# Collected data
------------------------------------

def test_failed_run_leaves_the_previous_report_intact(synth, fast_svg, tmp_path,
                                                       monkeypatch):
    tables, _ = synth
    settings = load_settings(tmp_path, env={})
    lake = FrameLake(tables)
    first = rp.build_report(settings, week="2026-W30", lake=lake, now=NOW)
    before = first.paths["html"].read_bytes()

    def broken(*a, **k):
        raise ReportError("printer on fire")

    monkeypatch.setattr(rp, "find_chromium", lambda: "/bin/true")
    monkeypatch.setattr(rp, "print_pdf", broken)
    with pytest.raises(ReportError, match="printer on fire"):
        rp.build_report(settings, week="2026-W30", lake=lake, pdf=True, now=NOW)
    assert first.paths["html"].read_bytes() == before
    assert sorted(p.name for p in Path(settings.reports_path).iterdir()) == ["2026-W30"]


def test_out_dir_and_plant_time_zone_pick_the_week(synth, fast_svg, tmp_path):
    tables, _ = synth
    settings = load_settings(tmp_path, overrides={"plant_timezone": "Europe/Berlin"}, env={})
    # Sunday 23:30 UTC = Monday 01:30 in Berlin: W31 is complete there, not in UTC
    res = rp.build_report(settings, out_dir=tmp_path / "elsewhere", lake=FrameLake(tables),
                          now=dt.datetime(2026, 8, 2, 23, 30, tzinfo=UTC))
    assert res.week == "2026-W31"
    assert res.paths["html"] == tmp_path / "elsewhere" / "2026-W31" / "report.html"
    assert "Europe/Berlin" in res.paths["html"].read_text()


def test_bad_week_is_a_usage_error(synth, fast_svg, tmp_path):
    settings = load_settings(tmp_path, env={})
    with pytest.raises(UsageError) as exc:
        rp.build_report(settings, week="2026-13", lake=FrameLake(synth[0]), now=NOW)
    assert exc.value.exit_code == 2 and "YYYY-Www" in exc.value.hint


def test_week_without_data_is_refused(synth, fast_svg, tmp_path):
    settings = load_settings(tmp_path, env={})
    with pytest.raises(ReportError, match="no health data"):
        rp.build_report(settings, week="2025-W10", lake=FrameLake(synth[0]), now=NOW)
    assert not Path(settings.reports_path, "2025-W10").exists()


def test_busy_lake_is_refused_clearly(synth, fast_svg, tmp_path):
    class BusyLake(FrameLake):
        @contextlib.contextmanager
        def writer(self, purpose):
            raise LockHeldError("lock held by analyze (pid 4242)")
            yield  # pragma: no cover

    settings = load_settings(tmp_path, env={})
    with pytest.raises(ReportError, match="being written") as exc:
        rp.build_report(settings, lake=BusyLake(synth[0]), now=NOW)
    assert "lock_timeout_s" in exc.value.hint and exc.value.exit_code == 1


def test_pdf_without_chromium_says_how_to_install(synth, fast_svg, tmp_path, monkeypatch):
    monkeypatch.setattr(rp, "find_chromium", lambda: None)
    settings = load_settings(tmp_path, env={})
    with pytest.raises(ReportError, match="needs Chromium") as exc:
        rp.build_report(settings, lake=FrameLake(synth[0]), pdf=True, now=NOW)
    assert "apt-get install chromium" in exc.value.hint
    assert not Path(settings.reports_path).exists() or not any(
        Path(settings.reports_path).iterdir())


def test_report_units_max_limits_evidence_charts_not_the_list(synth, fast_svg, tmp_path):
    settings = load_settings(tmp_path, overrides={"report_units_max": 2}, env={})
    res = rp.build_report(settings, lake=FrameLake(synth[0]), now=NOW)
    html = res.paths["html"].read_text()
    p = _parse(html)
    assert p.svgs["evidence"] == 6
    assert len(p.units_with_svgs) == 6                    # every unit keeps its anchor
    assert "the other 4 units are listed" in html


# ----------------------------------------------------------------------------- pipeline
_PIPELINE = ("fleetwatch.lake", "fleetwatch.ingest", "fleetwatch.analyze", "fleetwatch.simulate")


def _have_pipeline() -> bool:
    import importlib.util

    return all(importlib.util.find_spec(m) is not None for m in _PIPELINE)


@pytest.fixture(scope="session")
def fleet(tmp_path_factory):
    from fixtures_fleet import build_fleet

    return build_fleet(tmp_path_factory.mktemp("fleet"))
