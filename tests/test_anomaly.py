"""Isolation forest over per-unit robust z-scores (fleetwatch.models.anomaly).

Properties from Liu, Ting & Zhou, "Isolation Forest", ICDM 2008, with the check values of
domain.md section 6 #15-#17 (recomputed there with scikit-learn 1.9.1).
"""
from __future__ import annotations

import datetime as dt
import math

import numpy as np
import polars as pl
import pytest
from sklearn.ensemble import IsolationForest
from sklearn.ensemble._iforest import _average_path_length

from fleetwatch.models import RelativeIsolationForest, average_path_length

D0 = dt.date(2026, 6, 1)


def _fleet(n_units=8, days=60, seed=0, step_unit=None, step_day=40, step=0.02,
           offsets=None) -> pl.DataFrame:
    """Units with their own baselines; optionally one unit's compliance steps up."""
    rng = np.random.default_rng(seed)
    rows = []
    for u in range(n_units):
        a0 = (offsets or {}).get(u, 0.003 + 0.002 * u)     # very different baselines
        b0 = 0.008 + 0.001 * u
        for d in range(days):
            a = a0 + rng.normal(0, 4e-4)
            b = b0 + rng.normal(0, 6e-4) + (step if (u == step_unit and d >= step_day) else 0)
            rows.append({"unit_id": f"U{u}", "day": D0 + dt.timedelta(days=d),
                         "creep_a": a, "creep_b": b, "slip_at_load": a + b,
                         "power_resid_pct": rng.normal(0, 1.5)})
    return pl.DataFrame(rows)


# ------------------------------------------------------------------ paper properties
def test_c_n_check_values_15():
    """domain.md 6 #15: c(1..) = 0, 1, 1.20739, 10.24477, 12.96994 (sklearn
    _average_path_length and the paper's formula c(n) = 2H(n-1) - 2(n-1)/n)."""
    n = np.array([1, 2, 3, 256, 1000])
    want = [0.0, 1.0, 1.20739, 10.24477, 12.96994]
    assert _average_path_length(n) == pytest.approx(want, abs=1e-5)
    assert average_path_length(n) == pytest.approx(want, abs=1e-5)
    # exact harmonic number for 256 differs slightly (domain.md: 10.24869)
    h255 = sum(1.0 / i for i in range(1, 256))
    assert 2 * h255 - 2 * 255 / 256 == pytest.approx(10.24869, abs=1e-5)


def test_constant_data_scores_one_half_16():
    """domain.md 6 #16: E[h] = c(n) on constant training data -> s = 0.5 exactly."""
    ud = pl.DataFrame({"unit_id": ["a"] * 30 + ["b"] * 30,
                       "day": [D0 + dt.timedelta(days=k) for k in range(30)] * 2,
                       "slip_at_load": [0.02] * 60, "creep_b": [0.01] * 60})
    m = RelativeIsolationForest(features=("slip_at_load", "creep_b")).fit(ud)
    sc = m.score(ud)
    assert sc["score"].to_list() == pytest.approx([0.5] * 60, abs=1e-12)


def test_sklearn_defaults_17():
    """domain.md 6 #17 (sklearn 1.9.1): 1001 rows -> 100 trees, max_samples 256, depth 8,
    offset_ -0.5, decision_function = score_samples + 0.5; and our wrapper's defaults."""
    X = np.random.default_rng(0).normal(size=(1001, 3))
    f = IsolationForest(random_state=0).fit(X)
    assert len(f.estimators_) == 100 and f.max_samples_ == 256
    assert {e.get_params()["max_depth"] for e in f.estimators_} == {8}
    assert math.ceil(math.log2(256)) == 8
    assert f.offset_ == -0.5
    assert np.allclose(f.decision_function(X), f.score_samples(X) + 0.5)
    m = RelativeIsolationForest()
    assert (m.n_estimators, m.max_samples, m.random_state) == (100, 256, 0)


# ------------------------------------------------------------------ relative features
def test_step_on_one_unit_scores_high_and_names_the_feature():
    ud = _fleet(step_unit=3)
    m = RelativeIsolationForest(reference_days=14).fit(ud)
    sc = m.score(ud)
    step = sc.filter((pl.col("unit_id") == "U3") & (pl.col("day") >= D0 + dt.timedelta(40)))
    rest = sc.filter(~((pl.col("unit_id") == "U3") & (pl.col("day") >= D0 + dt.timedelta(40))))
    assert step["score"].min() > 0.6
    assert step["score"].min() > rest["score"].quantile(0.9)
    assert all(t.split(" ")[0] in ("creep_b", "slip_at_load") for t in step["top_features"])
    assert all("z=+" in t for t in step["top_features"])


def test_baselines_are_per_unit():
    """A unit whose own normal is far from the others is not anomalous: features are
    relative to each unit's reference."""
    ud = _fleet(offsets={0: 0.04})       # U0 runs at 4 % offset, the others below 2 %
    sc = RelativeIsolationForest().fit(ud).score(ud)
    u0 = sc.filter(pl.col("unit_id") == "U0")["score"]
    others = sc.filter(pl.col("unit_id") != "U0")["score"]
    assert u0.median() < 0.55
    assert abs(u0.median() - others.median()) < 0.05


def test_reference_restarts_after_wear_reset():
    # U2's slip drops for good at day 30 (new roller): without the maintenance entry that
    # looks anomalous; with it, the new level is the new reference.
    ud = _fleet(step_unit=2, step_day=30, step=-0.006)
    maint = pl.DataFrame({"unit_id": ["U2"],
                          "ts": [dt.datetime(2026, 7, 1, tzinfo=dt.timezone.utc)],
                          "action": ["roller replaced"], "resets_wear": [True]})
    late = (pl.col("unit_id") == "U2") & (pl.col("day") >= D0 + dt.timedelta(days=44))
    no_reset = RelativeIsolationForest().fit(ud).score(ud).filter(late)["score"]
    with_reset = RelativeIsolationForest().fit(ud, maint).score(ud, maint)
    # beyond the reference hull an isolation forest saturates (here ~0.58 with 5 features);
    # what matters is that the new level stops looking unusual once it is the reference
    assert no_reset.median() > 0.55
    assert with_reset.filter(late)["score"].median() < no_reset.median() - 0.08
    ref = with_reset.filter((pl.col("unit_id") == "U2") & pl.col("is_reference"))
    assert ref["day"].min() == D0 and D0 + dt.timedelta(days=30) in ref["day"].to_list()


def test_scale_floor_keeps_tiny_changes_small():
    # perfectly steady reference, then a 0.05 % change: MAD = 0 would make it infinite
    days = [D0 + dt.timedelta(days=k) for k in range(30)]
    ud = pl.DataFrame({"unit_id": ["u"] * 30, "day": days,
                       "slip_at_load": [0.02] * 20 + [0.0205] * 10})
    m = RelativeIsolationForest(features=("slip_at_load",)).fit(ud)
    z = m.transform(ud)["z_slip_at_load"].to_list()
    assert z[-1] == pytest.approx(0.5)            # 0.0005 / floor 0.001


def test_missing_feature_and_unknown_unit():
    ud = _fleet(n_units=4, days=30)
    m = RelativeIsolationForest(features=("slip_at_load", "efficiency")).fit(ud)
    other = _fleet(n_units=1, days=30, seed=9).with_columns(pl.lit("NEW").alias("unit_id"))
    sc = m.score(other)
    assert sc.height == 30 and sc["score"].is_not_null().all()
    assert sc["is_reference"].sum() == 14


def test_reproducible_with_fixed_seed():
    ud = _fleet(step_unit=1)
    a = RelativeIsolationForest(random_state=0).fit(ud).score(ud)
    b = RelativeIsolationForest(random_state=0).fit(ud).score(ud)
    c = RelativeIsolationForest(random_state=1).fit(ud).score(ud)
    assert a.equals(b)
    assert not a["score"].equals(c["score"])


def test_days_without_features_get_no_score():
    ud = _fleet(n_units=3, days=30).with_columns(
        pl.when(pl.col("day") == D0 + dt.timedelta(days=20)).then(None)
        .otherwise(pl.col(c)).alias(c) for c in ("creep_a", "creep_b", "slip_at_load",
                                                   "power_resid_pct"))
    sc = RelativeIsolationForest().fit(ud).score(ud)
    assert sc.height == 3 * 29
    assert D0 + dt.timedelta(days=20) not in sc["day"].to_list()
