def test_csv_blocks_end_outside_quotes_and_lose_nothing(tmp_path):
    from fleetwatch.ingest import _CsvSource
    # quoted fields with line breaks and delimiters, some longer than a whole block
    rows = []
    for i in range(3000):
        note = f'"note {i},\nsecond line"' if i % 5 == 0 else f"plain {i}"
        if i % 997 == 0:
            note = '"' + "x\n" * 3000 + '"'                  # 6 kB field: longer than a block
        rows.append(f"U{i % 3},2024-05-01T00:{i % 60:02d}:00Z,{note}")
    body = ("\n".join(rows) + "\n").encode()
    path = tmp_path / "notes.csv"
    path.write_bytes(b"unit_id,ts,note\n" + body)
    src = _CsvSource(path, None, 20)                            # 4 kB blocks
    try:
        blocks = list(src._blocks())
    finally:
        src.close()
    assert len(blocks) > 20
    assert b"".join(blocks) == body
    for b in blocks:
        assert b.endswith(b"\n") and b.count(b'"') % 2 == 0


def test_writer_waits_only_for_appends_that_may_share_a_key(tmp_path):
    # dedupe of a chunk waits for the earlier appends whose key box overlaps its own (they
    # may hold its keys) and not for the others, so the main thread keeps validating
    import threading

    from fleetwatch.ingest import _KeyBox, _Writer

    t0 = datetime(2024, 5, 1, tzinfo=UTC)
    early = _KeyBox("U01", "U09", t0, t0 + timedelta(hours=1))
    late = _KeyBox("U01", "U09", t0 + timedelta(hours=2), t0 + timedelta(hours=3))
    other_units = _KeyBox("U10", "U19", t0, t0 + timedelta(hours=3))
    assert early.overlaps(early.union(late)) and not early.overlaps(late)
    assert not other_units.overlaps(early) and other_units.overlaps(
        _KeyBox("U05", "U12", t0 + timedelta(hours=3), t0 + timedelta(hours=4)))

    release, gated, done = threading.Event(), [], []

    class SlowLake:
        def has_table(self, name):
            return True

        def append(self, name, data, in_key_order=False):
            release.wait(10)
            done.append(data)

    w = _Writer(SlowLake(), gate=lambda: gated.append(1))
    try:
        w.append("telemetry", "a", early)
        w.wait_for(late)                        # disjoint: returns at once
        w.wait_for(other_units)
        assert done == []
        threading.Timer(0.2, release.set).start()
        w.wait_for(early.union(late))           # overlaps: waits for the commit
        assert done == ["a"] and gated == [1]   # the gate ran once, before the append
    finally:
        release.set()
        w.close()
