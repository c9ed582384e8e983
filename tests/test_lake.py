"""The Delta lake store: schema contract, reads, writes, batch gate, lock, compaction."""
import json
import os
import socket
import subprocess
import sys
import textwrap
from datetime import date, datetime, timedelta, timezone

import polars as pl
import pytest

from fleetwatch.errors import LakeError, LockHeldError
from fleetwatch.lake import INGEST_BATCH_PREFIX, Lake, StaleLockWarning, arrow_schema
from fleetwatch.schema import TABLES

T0 = datetime(2024, 5, 1, 23, 0, tzinfo=timezone.utc)


def _tele(n=10, unit="U1", batch="fixture-1", start=T0, step_s=600):
    ts = [start + timedelta(seconds=step_s * i) for i in range(n)]
    return pl.DataFrame({
        "ts": ts, "unit_id": [unit] * n,            # wrong order on purpose
        "p_in": [100.0 + i for i in range(n)], "n_in": [1000.0] * n, "n_out": [500.0] * n,
        "ratio_cmd": [2] * n,                       # integers: must be cast to DOUBLE
        "batch_id": [batch] * n,
    })


def test_append_enforces_the_contract(tmp_path):
    lake = Lake(tmp_path / "lake")
    v = lake.append("telemetry", _tele())
    assert v == 0 and lake.version("telemetry") == 0
    df = lake.read("telemetry")
    assert df.columns == TABLES["telemetry"].column_names
    assert df.schema["ts"] == pl.Datetime("us", "UTC")
    assert df.schema["ratio_cmd"] == pl.Float64
    assert df["v_in"].null_count() == 10                 # optional column filled with null
    # day is the UTC date of ts: 23:00 + 10 x 10 min crosses midnight
    assert df["day"].unique().sort().to_list() == [date(2024, 5, 1), date(2024, 5, 2)]
    assert sorted(p.name for p in (tmp_path / "lake" / "telemetry").iterdir()
                  if p.name.startswith("day=")) == ["day=2024-05-01", "day=2024-05-02"]
    assert lake.dataset("telemetry").schema.field("ts").type.tz == "UTC"


def test_append_refuses_unknown_and_missing_columns(tmp_path):
    lake = Lake(tmp_path / "lake")
    with pytest.raises(LakeError, match="not in its contract: wheel_size"):
        lake.append("telemetry", _tele().with_columns(wheel_size=pl.lit(1.0)))
    with pytest.raises(LakeError, match="required columns missing: n_out"):
        lake.append("telemetry", _tele().drop("n_out"))
    assert not lake.has_table("telemetry")
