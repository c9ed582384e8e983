"""The guarded SQL function: read-only views, refusals with clear messages, limits, output."""
import json
from datetime import datetime, timedelta, timezone

import polars as pl
import pytest

from fleetwatch.config import load_settings
from fleetwatch.errors import QueryError, UsageError
from fleetwatch.lake import Lake
from fleetwatch.query import format_result, run_query, sql_shell

T0 = datetime(2024, 5, 1, tzinfo=timezone.utc)


@pytest.fixture(scope="module")
def settings(tmp_path_factory):
    root = tmp_path_factory.mktemp("sqlproj")
    s = load_settings(root, env={})
    n = 50
    df = pl.DataFrame({
        "unit_id": [f"U{i % 5}" for i in range(n)],
        "ts": [T0 + timedelta(minutes=i) for i in range(n)],
        "p_in": [float(i) for i in range(n)], "n_in": [1000.0] * n, "n_out": [500.0] * n,
        "ratio_cmd": [2.0] * n, "batch_id": ["fixture"] * n})
    lake = Lake.from_settings(s)
    with lake.writer("test"):
        lake.append("telemetry", df)
    return s


def test_select_returns_rows_and_columns(settings):
    r = run_query("SELECT unit_id, count(*) AS n, max(ts) AS last FROM telemetry "
                  "GROUP BY unit_id ORDER BY unit_id", settings)
    assert r.columns == ["unit_id", "n", "last"]
    assert r.rows["n"].to_list() == [10] * 5 and not r.truncated
    assert r.rows.schema["last"] == pl.Datetime("us", "UTC")
    assert r.elapsed_s > 0
    for q in ("WITH a AS (SELECT 1 AS x) SELECT * FROM a", "DESCRIBE telemetry",
              "EXPLAIN SELECT * FROM telemetry", "SUMMARIZE telemetry"):
        assert run_query(q, settings).rows.height >= 1, q


def test_row_cap_sets_truncated(settings):
    r = run_query("SELECT * FROM telemetry ORDER BY ts", settings, row_cap=7)
    assert r.rows.height == 7 and r.truncated
    assert r.rows["p_in"].to_list() == [float(i) for i in range(7)]   # order is kept
    r = run_query("SELECT * FROM telemetry", settings, row_cap=50)
    assert r.rows.height == 50 and not r.truncated


@pytest.mark.parametrize("sql, needle", [
    ("SELECT * FROM read_csv('/etc/passwd')", "file access is disabled in the SQL console"),
    ("SELECT * FROM read_text('/etc/hostname')", "file access is disabled"),
    ("SELECT * FROM glob('/*')", "file access is disabled"),
    ("SELECT * FROM 'lake/telemetry/*.parquet'", "file access is disabled"),
    ("COPY telemetry TO '/tmp/fleetwatch-escape.csv'", "COPY would read or write files"),
    ("COPY (SELECT 1) TO '/tmp/fleetwatch-escape.parquet' (FORMAT parquet)", "only a single SELECT"),
    ("ATTACH '/tmp/fleetwatch-escape.duckdb' AS x", "ATTACH would open another database"),
    ("INSTALL httpfs", "would add extensions"),
    ("LOAD httpfs", "would add extensions"),
    ("SET enable_external_access = true", "settings, which are locked"),
    ("RESET lock_configuration", "settings, which are locked"),
    ("PRAGMA memory_limit='100GB'", "only a single SELECT"),
    ("SELECT 1; SELECT 2", "only a single statement is allowed here"),
    ("SELECT 1; COPY telemetry TO '/tmp/x.csv'", "only a single statement"),
    ("CREATE TABLE t AS SELECT * FROM telemetry", "CREATE would change the database"),
    ("DROP VIEW telemetry", "DROP would change the database"),
    ("EXPORT DATABASE '/tmp/fleetwatch-export'", "EXPORT would write files"),
    ("EXPLAIN ANALYZE COPY telemetry TO '/tmp/x.csv'", "only EXPLAIN of a single SELECT"),
    ("SELECT * FROM secret_frame", "does not exist"),   # no replacement scans of Python vars
    ("SELEC 1", "does not parse"),
])
def test_escape_attempts_are_refused_with_a_clear_message(settings, sql, needle, tmp_path):
    secret_frame = pl.DataFrame({"password": ["hunter2"]})  # noqa: F841 (in scope on purpose)
    with pytest.raises(QueryError) as err:
        run_query(sql, settings)
    assert needle in err.value.message
    assert err.value.hint


def test_nothing_was_written_by_the_attempts():
    import os
    for p in ("/tmp/fleetwatch-escape.csv", "/tmp/fleetwatch-escape.parquet",
              "/tmp/fleetwatch-escape.duckdb", "/tmp/fleetwatch-export"):
        assert not os.path.exists(p), p


def test_time_limit_interrupts_a_long_query(settings):
    with pytest.raises(QueryError, match=r"query stopped after 0.5 s \(sql_time_limit_s\)"):
        run_query("SELECT count(*) FROM range(1000000000) a, range(1000000) b", settings,
                  time_limit_s=0.5)
    assert run_query("SELECT 1 AS one", settings).rows["one"].to_list() == [1]


def test_json_format_iso_utc_and_csv(settings, tmp_path):
    r = run_query("SELECT unit_id, ts, p_in, ts::DATE AS d, 'NaN'::DOUBLE AS bad FROM telemetry "
                  "ORDER BY ts LIMIT 2", settings)
    rows = json.loads(format_result(r, "json"))
    assert rows == [
        {"unit_id": "U0", "ts": "2024-05-01T00:00:00Z", "p_in": 0.0, "d": "2024-05-01",
         "bad": None},
        {"unit_id": "U1", "ts": "2024-05-01T00:01:00Z", "p_in": 1.0, "d": "2024-05-01",
         "bad": None}]
    csv_text = format_result(r, "csv").splitlines()
    assert csv_text[0] == "unit_id,ts,p_in,d,bad"
    assert csv_text[1].startswith("U0,2024-05-01T00:00:00Z,0.0,")
    out = tmp_path / "r.parquet"
    assert format_result(r, "parquet", out) is None
    assert pl.read_parquet(out).height == 2
    with pytest.raises(UsageError):
        format_result(r, "parquet")
    assert "truncated" not in format_result(r, "table")


def test_cli_sql_json_and_refusal(settings, capsys):
    from fleetwatch.cli import main

    with pytest.raises(SystemExit) as ex:
        main(["--project", str(settings.project), "sql", "--format", "json",
              "SELECT count(*) AS n FROM telemetry"])
    assert ex.value.code == 0
    assert json.loads(capsys.readouterr().out) == [{"n": 50}]
    with pytest.raises(SystemExit) as ex:
        main(["--project", str(settings.project), "sql", "COPY telemetry TO 'x.csv'"])
    assert ex.value.code == 1
    err = capsys.readouterr().err
    assert err.splitlines()[0] == ("Error: only a single SELECT is allowed here; COPY refused: "
                                   "COPY would read or write files")


def test_interactive_shell_reads_until_semicolon(settings):
    import io
    stdin = io.StringIO("SELECT count(*) AS n\nFROM telemetry;\nSELECT * FROM nope;\n"
                        ".quit\nSELECT 'never run';\n")
    out, err = io.StringIO(), io.StringIO()
    failures = sql_shell(settings, fmt="csv", stdin=stdin, stdout=out, stderr=err)
    assert out.getvalue().splitlines() == ["n", "50"]
    assert failures == 1 and "does not exist" in err.getvalue()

------------------------------------

Gather each line in the entries above where the string "EXPLAIN" is found.

# Task result
              "EXPLAIN SELECT * FROM telemetry", "SUMMARIZE telemetry"):
    ("EXPLAIN ANALYZE COPY telemetry TO '/tmp/x.csv'", "only EXPLAIN of a single SELECT"),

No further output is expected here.